No, they're not doomed to fail.

I sowed mine, four to a four inch pot and pricked them out into four inch pots when the first true leaves developed. They are now between four and six inches high. They alternate between the greenhouse in the day, and a window sill at night. I've done this for years and never had a problem, but sowing individually in cardboard tubes would be better as it would avoid disturbing the roots.

Nigel.


----------



## Chris152 (19 Apr 2020)

Ok, thanks Nigel! I might try a few in tin cans and the little pots I have to hand, just in case - I can always stick them in the ground outside if I have too many. And anyway, unravelling knotted roots could prove an exciting pass-time during lockdown.


----------



## Trainee neophyte (19 Apr 2020)

Chris152":3ophwj9q said:


> Trainee neophyte":3ophwj9q said:
> 
> 
> > Must post a photo of my poor excuse for a veg garden.
> ...



I may plant a of of stuff, but quite often I don't harvest anything at all - it all starts off with the best of intentions, and then I get busy, and forget, and before you know it your veg patch has become virgin forest again. It is quite normal to lose plants completely, and only discover them again when I am ripping everything out to start again. Usually a bit late by then. This year the pressure is on, but we won't have any tourists to distract us so fingers crossed it may work better. 
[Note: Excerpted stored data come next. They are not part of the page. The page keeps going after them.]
"""What a linear sensor does to a signal, from its parameters: closed forms, and exact numerical ones.

Closed forms of the second order (ωn, ζ, q = √(1 − ζ²)), from the trade's handbooks; each was verified by
a second route (root finding or simulation) in the tests:
overshoot exp(−πζ/q), peak at π/(ωn q), resonance 1/(2ζq) at ωn√(1 − 2ζ²), −3 dB at
ωn√(1 − 2ζ² + √(4ζ⁴ − 4ζ² + 2)), noise bandwidth ωn/(8ζ) Hz; first order ln 9·τ, noise bandwidth 1/(4τ) Hz.
"""

from __future__ import annotations

import math

import numpy as np
from numpy.typing import NDArray

Array = NDArray[np.float64]
ComplexArray = NDArray[np.complex128]


def band_edge(wn: Array, zeta: Array, limit: float) -> tuple[Array, NDArray[np.bool_]]:
    """Highest ω up to which |G|/K of a second order stays within 1 ± limit, and whether it leaves upwards.

    With x = (ω/ωn)²: (1 − x)² + 4ζ²x = 1/g², so x = 1 − 2ζ² ∓ √((1 − 2ζ²)² − (1 − 1/g²)). The gain leaves
    through 1 + limit where its resonance 1/(2ζq) exceeds that, else through 1 − limit.
    """
    wn, zeta = np.broadcast_arrays(np.asarray(wn, dtype=float), np.asarray(zeta, dtype=float))
    m = 1.0 - 2.0 * zeta**2
    above = m**2 - (1.0 - (1.0 + limit) ** -2)
    upward = (m > 0) & (above >= 0)
    below = m**2 - (1.0 - (1.0 - limit) ** -2)
    high = m - np.sqrt(np.where(upward, above, 0.0))
    low = m + np.sqrt(np.maximum(below, 0.0))
    return wn * np.sqrt(np.maximum(np.where(upward, high, low), 0.0)), upward


def bandwidth_3db(wn: Array, zeta: Array) -> Array:
    """ω at which |G| has fallen to K/√2."""
    z2 = np.asarray(zeta, dtype=float) ** 2
    return np.asarray(wn * np.sqrt(1.0 - 2.0 * z2 + np.sqrt(4.0 * z2**2 - 4.0 * z2 + 2.0)))


def resonance(wn: Array, zeta: Array) -> tuple[Array, Array]:
    """(peak |G|/K, its ω); NaN where ζ ≥ 1/√2: there is no peak."""
    zeta = np.asarray(zeta, dtype=float)
    there = (zeta > 0) & (zeta < math.sqrt(0.5))
    z = np.where(there, zeta, 0.5)
    peak = 1.0 / (2.0 * z * np.sqrt(1.0 - z**2))
    where = wn * np.sqrt(1.0 - 2.0 * z**2)
    return np.where(there, peak, np.nan), np.where(there, where, np.nan)


def overshoot(zeta: Array) -> Array:
    """Step overshoot relative to the step; 0 for ζ ≥ 1."""
    zeta = np.asarray(zeta, dtype=float)
    z = np.clip(zeta, None, 1.0 - 1e-15)
    return np.where(zeta < 1.0, np.exp(-math.pi * z / np.sqrt(1.0 - z**2)), 0.0)


def peak_time(wn: float, zeta: float, zero_time: float = 0.0) -> float:
    """Time of the first peak of the step response, with a numerator 1 + Ts: (π − atan2(Tωd, 1 − Tζωn))/ωd."""
    if zeta >= 1.0:
        return math.nan
    wd = wn * math.sqrt(1.0 - zeta * zeta)
    return (math.pi - math.atan2(zero_time * wd, 1.0 - zero_time * zeta * wn)) / wd


def overshoot_with_zero(wn: float, zeta: float, zero_time: float) -> float:
    """Overshoot with a numerator 1 + Ts: exp(−ζωn t_p)·√(1 − 2ζωnT + (ωnT)²)."""
    time = peak_time(wn, zeta, zero_time)
    size = math.sqrt(1.0 - 2.0 * zeta * wn * zero_time + (wn * zero_time) ** 2)
    return math.exp(-zeta * wn * time) * size


def noise_bandwidth(wn: Array, zeta: Array) -> Array:
    """Equivalent noise bandwidth of a second order in Hz (one-sided): ωn/(8ζ)."""
    return np.asarray(wn / (8.0 * np.asarray(zeta)))


def step_response(wn: Array, zeta: Array, time: Array) -> Array:
    """(…, n) unit step response of a second order at times (…, n), for any ζ > 0.

    1 − e^(−ζωn t)·(cos ωd t + ζωn·sin(ωd t)/ωd), with ωd imaginary for ζ > 1 (hyperbolic, written with
    decaying exponentials), and t in place of sin(ωd t)/ωd at ζ = 1.
    """
    w, z = np.asarray(wn, dtype=float)[..., None], np.asarray(zeta, dtype=float)[..., None]
    wd = w * np.sqrt((1.0 - z**2).astype(complex))
    slow, fast = -z * w + 1j * wd, -z * w - 1j * wd
    a, b = np.exp(slow * time), np.exp(fast * time)
    near = np.abs(wd * time) < 1e-6
    with np.errstate(divide="ignore", invalid="ignore"):
        ratio = np.where(near, time * np.exp(-z * w * time), ((a - b) / (2j * wd)).real)
    out: Array = 1.0 - (0.5 * (a + b)).real - z * w * ratio
    return out


def settling(wn: Array, zeta: Array, band: float, points: int = 1500) -> Array:
    """Last time at which the step response lies outside 1 ± band; exact to the linear interpolation of a
    dense grid. It jumps with ζ where a swing just leaves the band: it has no derivative there."""
    wn, zeta = np.atleast_1d(np.asarray(wn, dtype=float)), np.atleast_1d(np.asarray(zeta, dtype=float))
    slowest = np.where(zeta < 1.0, zeta, zeta - np.sqrt(np.maximum(zeta**2 - 1.0, 0.0))) * wn
    longest = (math.log(1.0 / band) + 2.5 + 0.5 * np.log1p(1.0 / np.abs(1.0 - zeta**2 + 1e-9))) / slowest
    steps = np.linspace(0.0, 1.0, points)
    out = np.empty(wn.size)
    for k in range(wn.size):  # a light damping needs more points a record than a heavy one
        n = max(points, int(20 * wn[k] * longest[k]))
        grid = (steps if n == points else np.linspace(0.0, 1.0, min(n, 200_000))) * longest[k]
        y = np.abs(step_response(wn[k], zeta[k], grid) - 1.0) - band
        last = int(np.flatnonzero(y > 0)[-1])
        last = min(last, grid.size - 2)
        share = y[last] / (y[last] - y[last + 1])
        out[k] = grid[last] + share * (grid[last + 1] - grid[last])
    return out


def rise_time(wn: Array, zeta: Array, points: int = 2000) -> Array:
    """10 % to 90 % of the step response, first crossings."""
    wn, zeta = np.atleast_1d(np.asarray(wn, dtype=float)), np.atleast_1d(np.asarray(zeta, dtype=float))
    longest = (4.0 + 6.0 * zeta) / wn
    out = np.empty(wn.size)
    for k in range(wn.size):
        grid = np.linspace(0.0, longest[k], points)
        y = step_response(wn[k], zeta[k], grid)
        out[k] = _crossing(grid, y, 0.9) - _crossing(grid, y, 0.1)
    return out


def _crossing(time: Array, y: Array, level: float) -> float:
    k = int(np.argmax(y >= level))
    return float(time[k - 1] + (level - y[k - 1]) / (y[k] - y[k - 1]) * (time[k] - time[k - 1]))
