"""The signal with the sensor's dynamics taken out, with the uncertainty of each sample: `correct`.

The inverse of the fitted transfer function is cut off smoothly where it would amplify the noise more than
`guard` times, and applied as a two-sided filter of finite length: stable whatever the zeros, dead time and
right-half-plane zeros are met by looking ahead. Source of the frame: JCGM 101 propagation through a filter,
first order in the fitted parameters.
"""

from __future__ import annotations

import math
from collections.abc import Iterable, Iterator
from dataclasses import dataclass
from typing import Any

import numpy as np
from numpy.typing import ArrayLike, NDArray
from scipy import signal

from rigtally.errors import FitError, LogError, UsageError
from rigtally.estimation.result import Fit
from rigtally.forms.response import gain_with_derivative

Array = NDArray[np.float64]
ComplexArray = NDArray[np.complex128]
ROLL = 1.5  # the filter falls from 1 to 0 between the cut-off and this multiple of it
LONG = 8.0  # taps reach this many periods of the fall to each side
LONGEST = 200_001


@dataclass(frozen=True)
class Correction:
    """A corrected signal.

    Attributes
    ----------
    value : (n,) array, unit of the fit's input (of its rate, for a rate sensor)
    u : (n,) array
        Standard uncertainty: noise, the fit's covariance, and the cut-off's bias; NaN within `reach`
        of the ends.
    u_noise : float; u_fit, u_bias : (n,) arrays
        Its parts.
    uncorrected : (n,) array
        The output over K, for comparison.
    determined : (n,) bool
        False at the ends and where what lies beyond the cut-off could be more than the uncertainty says.
    cutoff : float, rad/s
        Up to here the signal is corrected in full.
    reach : float
        Seconds of signal before and after a sample that its value rests on.
    """

    value: Array
    u: Array
    u_noise: float
    u_fit: Array
    u_bias: Array
    uncorrected: Array
    determined: NDArray[np.bool_]
    interval: float
    cutoff: float
    reach: float
    unit: str

    def band(self) -> tuple[Array, Array]:
        """Pointwise 95 % limits."""
        return self.value - 1.959963984540054 * self.u, self.value + 1.959963984540054 * self.u

    def to_dict(self) -> dict[str, Any]:
        """For JSON: how it was corrected, and how well, without the samples."""
        good = self.determined
        return {
            "schema": "rigtally/correction/1",
            "samples": int(self.value.size),
            "interval": self.interval,
            "unit": self.unit,
            "cutoff": {"value": self.cutoff, "unit": "rad/s"},
            "reach": self.reach,
            "determined": float(np.mean(good)) if good.size else None,
            "u_median": float(np.median(self.u[good])) if good.any() else None,
            "largest_correction": float(np.max(np.abs(self.value - self.uncorrected)[good]))
            if good.any()
            else None,
        }


class Corrector:
    """The filters of a correction: one for the value, one for each fitted parameter, one for the bias.

    Parameters
    ----------
    guard : float
        Largest amplification of the noise's spectrum over 1/|K|.
    noise : float, optional
        Standard deviation of the output's noise (white); the fit's residual unless stated.
    cutoff : float, optional
        rad/s; by `guard` unless stated.
    """

    def __init__(
        self, fit: Fit, interval: float, *, guard: float = 10.0, noise: float | None = None,
        cutoff: float | None = None,
    ) -> None:  # fmt: skip
        form = fit.form
        if not form.single or form.is_highpass(0, 0) or form.powers[0][0][0] > 1 or form.integrators:
            raise UsageError(
                f"a signal cannot be recovered through the form {form.name!r}", where="correct",
                do="take one output over one input whose gain at low frequency (or of the rate) is not 0",
                code="not-correctable",
            )  # fmt: skip
        if not interval > 0 or not guard >= 1:
            raise UsageError(f"interval {interval}, guard {guard}", where="correct",
                             do="take an interval above 0 and a guard of at least 1", code="bad-value")  # fmt: skip
        free = [k for k, n in enumerate(fit.names) if n not in fit.held]
        covariance = np.asarray(fit.covariance, dtype=float)[np.ix_(free, free)]
        if not np.all(np.isfinite(covariance)):
            raise FitError("the fit leaves a parameter undetermined", where="correct",
                           do="hold it, or fit a log that shows it", code="not-determined")  # fmt: skip
        if noise is None and not fit.residual:
            raise UsageError("the noise is not known", where="correct", do="state noise=", code="no-noise")
        self.noise = float(fit.residual[0].rms if noise is None else noise)
        self.interval = float(interval)
        self.rate = form.powers[0][0][0] == 1
        theta = np.array([fit.parameters[n].value for n in fit.names])
        self.gain = _low_gain(fit, self.rate)
        self.cutoff = self._cut(fit, theta, guard) if cutoff is None else float(cutoff)
        if not 0 < ROLL * self.cutoff < math.pi / interval:
            raise UsageError(
                f"a cut-off of {self.cutoff:.4g} rad/s does not lie below half the sampling rate",
                where="correct", do="state a lower cutoff", code="bad-value",
            )  # fmt: skip
        fall = (ROLL - 1.0) * self.cutoff / (2.0 * math.pi)
        self.half = math.ceil(LONG / fall / interval)
        taps = 2 * self.half + 1
        if taps > LONGEST:
            raise UsageError(f"the filter would have {taps} taps", where="correct",
                             do="thin the log out first, or state a higher cutoff", code="too-long")  # fmt: skip
        inverse, by = self._spectra(fit, theta, self.cutoff, taps)
        self.kernel = self._taps(inverse, taps)
        root = _root(covariance)
        self.by_fit = [self._taps(column, taps) for column in (by[:, free] @ root).T]
        narrow, _ = self._spectra(fit, theta, self.cutoff / ROLL, taps)
        self.narrow = self._taps(narrow, taps)
        self.u_noise = self.noise * float(np.linalg.norm(self.kernel))
        self.u_noise_bias = self.noise * float(np.linalg.norm(self.kernel - self.narrow))
        self.unit = (fit.input_units[0] if fit.input_units else "") + ("/s" if self.rate else "")

    def _response(self, fit: Fit, theta: Array, omega: Array) -> tuple[ComplexArray, ComplexArray]:
        """Gain from the corrected quantity (the rate, for a rate sensor) to the output; its derivative."""
        gain, slope = gain_with_derivative(fit.form, theta, omega)
        over = 1j * omega if self.rate else np.ones_like(omega)
        return gain[:, 0, 0] / over, slope[:, 0, 0] / over[:, None]

    def _cut(self, fit: Fit, theta: Array, guard: float) -> float:
        top = math.pi / self.interval / (1.05 * ROLL)
        omega = np.geomspace(1e-6 * top, top, 4000)
        size = np.abs(self._response(fit, theta, omega)[0]) / abs(self.gain)
        below = np.flatnonzero(size < 1.0 / guard)
        return float(omega[below[0]]) / ROLL if below.size else top

    def _spectra(
        self, fit: Fit, theta: Array, cutoff: float, taps: int
    ) -> tuple[ComplexArray, ComplexArray]:
        omega: Array = np.asarray(2.0 * math.pi * np.fft.rfftfreq(_length(taps), self.interval), dtype=np.float64)
        window = _fall(omega, cutoff)
        at = np.maximum(omega, 1e-9 / self.interval)
        gain, slope = self._response(fit, theta, at)
        safe = np.where(window > 0, gain, 1.0)
        inverse: ComplexArray = np.asarray(window / safe, dtype=np.complex128)
        inverse[0] = inverse[0].real
        by: ComplexArray = -(window / safe**2)[:, None] * slope
        by[0] = by[0].real
        return inverse, by

    def _taps(self, spectrum: ComplexArray, taps: int) -> Array:
        """Two-sided taps, centred; their sum keeps the gain at rest."""
        full = np.fft.irfft(spectrum, _length(taps))
        out = np.concatenate([full[-self.half :], full[: self.half + 1]])
        return np.asarray(out + (spectrum[0].real - out.sum()) / taps, dtype=np.float64)

    def apply(self, samples: Array) -> tuple[Array, Array, Array]:
        """(value, u_fit, u_bias) for (n,) samples, 'same' length; the ends lack their neighbours."""

        def run(taps: Array) -> Array:
            # about the mean, so that the ends are not a step from zero
            out = signal.oaconvolve(samples - middle, taps, mode="full")[self.half : self.half + samples.size]
            return np.asarray(out + middle * taps.sum())

        middle = float(np.mean(samples))
        value = run(self.kernel)
        u_fit = np.sqrt(sum((run(taps) ** 2 for taps in self.by_fit), np.zeros(samples.size)))
        # what the last part of the band holds hints at what lies beyond it; noise alone is taken out
        hint = value - run(self.narrow)
        u_bias = np.sqrt(np.maximum(hint**2 - self.u_noise_bias**2, 0.0) / 3.0)
        wide = min(2 * max(1, self.half // 8) + 1, samples.size)
        smooth = np.sqrt(np.maximum(signal.oaconvolve(u_bias**2, np.full(wide, 1.0 / wide), mode="same"), 0.0))
        quiet = smooth < 3.0 * self.u_noise_bias  # no more than the scatter of the noise in that part
        return value, u_fit, np.where(quiet, 0.0, smooth)

    def stream(self, blocks: Iterable[Array]) -> Iterator[tuple[Array, Array]]:
        """(value, u) block by block for logs that do not fit in memory.

        Each block comes out later by `half` samples; the first and last `half` samples have u NaN. The
        parts of u that depend on the signal are those of `apply` on the block with its neighbours.
        """
        first, done = True, False
        waiting = np.zeros(0)
        source = iter(blocks)
        while not done:
            block = next(source, None)
            done = block is None
            if block is not None:
                waiting = np.concatenate([waiting, np.asarray(block, dtype=float)])
                if waiting.size < 6 * self.half + 1:
                    continue
            if waiting.size == 0:
                return
            value, u_fit, u_bias = self.apply(waiting)
            u = np.sqrt(self.u_noise**2 + u_fit**2 + u_bias**2)
            margin = 2 * self.half  # the smoothed bias reaches beyond the filter itself
            if first:
                u[: self.half] = np.nan
            if done:
                u[max(0, u.size - self.half) :] = np.nan
            start = 0 if first else margin
            stop = waiting.size if done else waiting.size - margin
            yield value[start:stop], u[start:stop]
            waiting = waiting[max(0, stop - margin) :] if not done else waiting
            first = False


def correct(
    samples: ArrayLike, interval: float, fit: Fit, *, guard: float = 10.0, noise: float | None = None,
    cutoff: float | None = None,
) -> Correction:
    """The input of a fitted sensor from its output.

    Parameters
    ----------
    samples : (n,) output of the sensor, SI
    interval : float, s
    guard, noise, cutoff : see `Corrector`

    Raises
    ------
    UsageError, FitError
        The form or the fit does not allow it.
    LogError
        "not-finite" or "too-short".
    """  # fmt: skip
    y = np.asarray(samples, dtype=float)
    if y.ndim != 1 or not np.all(np.isfinite(y)):
        raise LogError("the signal has missing or non-finite samples", where="correct",
                       do="correct a stretch without gaps", code="not-finite")  # fmt: skip
    filters = Corrector(fit, interval, guard=guard, noise=noise, cutoff=cutoff)
    if y.size <= 2 * filters.half:
        raise LogError(
            f"the signal has {y.size} samples; a correction up to {filters.cutoff:.3g} rad/s rests on "
            f"{2 * filters.half + 1}", where="correct", do="take a longer record, or state a higher cutoff",
            code="too-short",
        )  # fmt: skip
    value, u_fit, u_bias = filters.apply(y)
    u = np.sqrt(filters.u_noise**2 + u_fit**2 + u_bias**2)
    inside = np.zeros(y.size, dtype=bool)
    inside[filters.half : y.size - filters.half] = True
    u[~inside] = np.nan
    return Correction(
        value=value,
        u=u,
        u_noise=filters.u_noise,
        u_fit=u_fit,
        u_bias=u_bias,
        uncorrected=y / filters.gain,
        determined=inside & (u_bias == 0.0),
        interval=float(interval),
        cutoff=filters.cutoff,
        reach=filters.half * float(interval),
        unit=filters.unit,
    )


def _fall(omega: Array, cutoff: float) -> Array:
    """1 up to the cut-off, 0 from ROLL times it, smooth in all derivatives between."""
    x = np.clip((omega / cutoff - 1.0) / (ROLL - 1.0), 0.0, 1.0)
    inner = np.clip(x, 1e-3, 1.0 - 1e-3)
    between = 1.0 / (1.0 + np.exp(np.clip(1.0 / (1.0 - inner) - 1.0 / inner, -700.0, 700.0)))
    return np.where(x <= 1e-3, 1.0, np.where(x >= 1.0 - 1e-3, 0.0, between))


def _low_gain(fit: Fit, rate: bool) -> float:
    """K: the gain of the corrected quantity at rest."""
    numerators, denominator = fit.transfer_function.numerators, fit.transfer_function.denominator
    return float(numerators[0, 0, 1 if rate else 0] / denominator[0])


def _length(taps: int) -> int:
    return 1 << math.ceil(math.log2(4 * taps))


def _root(covariance: Array) -> Array:
    size = np.sqrt(np.clip(np.diag(covariance), 0.0, None))
    unit = np.where(size > 0, size, 1.0)
    values, vectors = np.linalg.eigh(covariance / np.outer(unit, unit))
    out: Array = unit[:, None] * vectors * np.sqrt(np.clip(values, 0.0, None))
    return out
The seedlings will be fine as is - you will just need to transplant sooner, to individual pots. Either way, you are going to need some more pots, or a much bigger pot would work, too. Space at 4"? 

I have a rule: plant double what you need, and expect to lose three quarters. I am not a good, or conscientious gardener. I don't actually know why I do it.

(I have learned a really good trick for potatoes: I give a friend a sack of seed spuds, and a sack of fertiliser, and three months later he gives me back about 400kg of his potatoes when we all go and help harvest his field. It's the most successful method yet. Of course this year I will have to socially distance myself, at least until after he has lifted them...)


----------



## Nigel Burden (19 Apr 2020)

Chris152":1j9jbowl said:


> Ok, thanks Nigel! I might try a few in tin cans and the little pots I have to hand, just in case - I can always stick them in the ground outside if I have too many. And anyway, unravelling knotted roots could prove an exciting pass-time during lockdown.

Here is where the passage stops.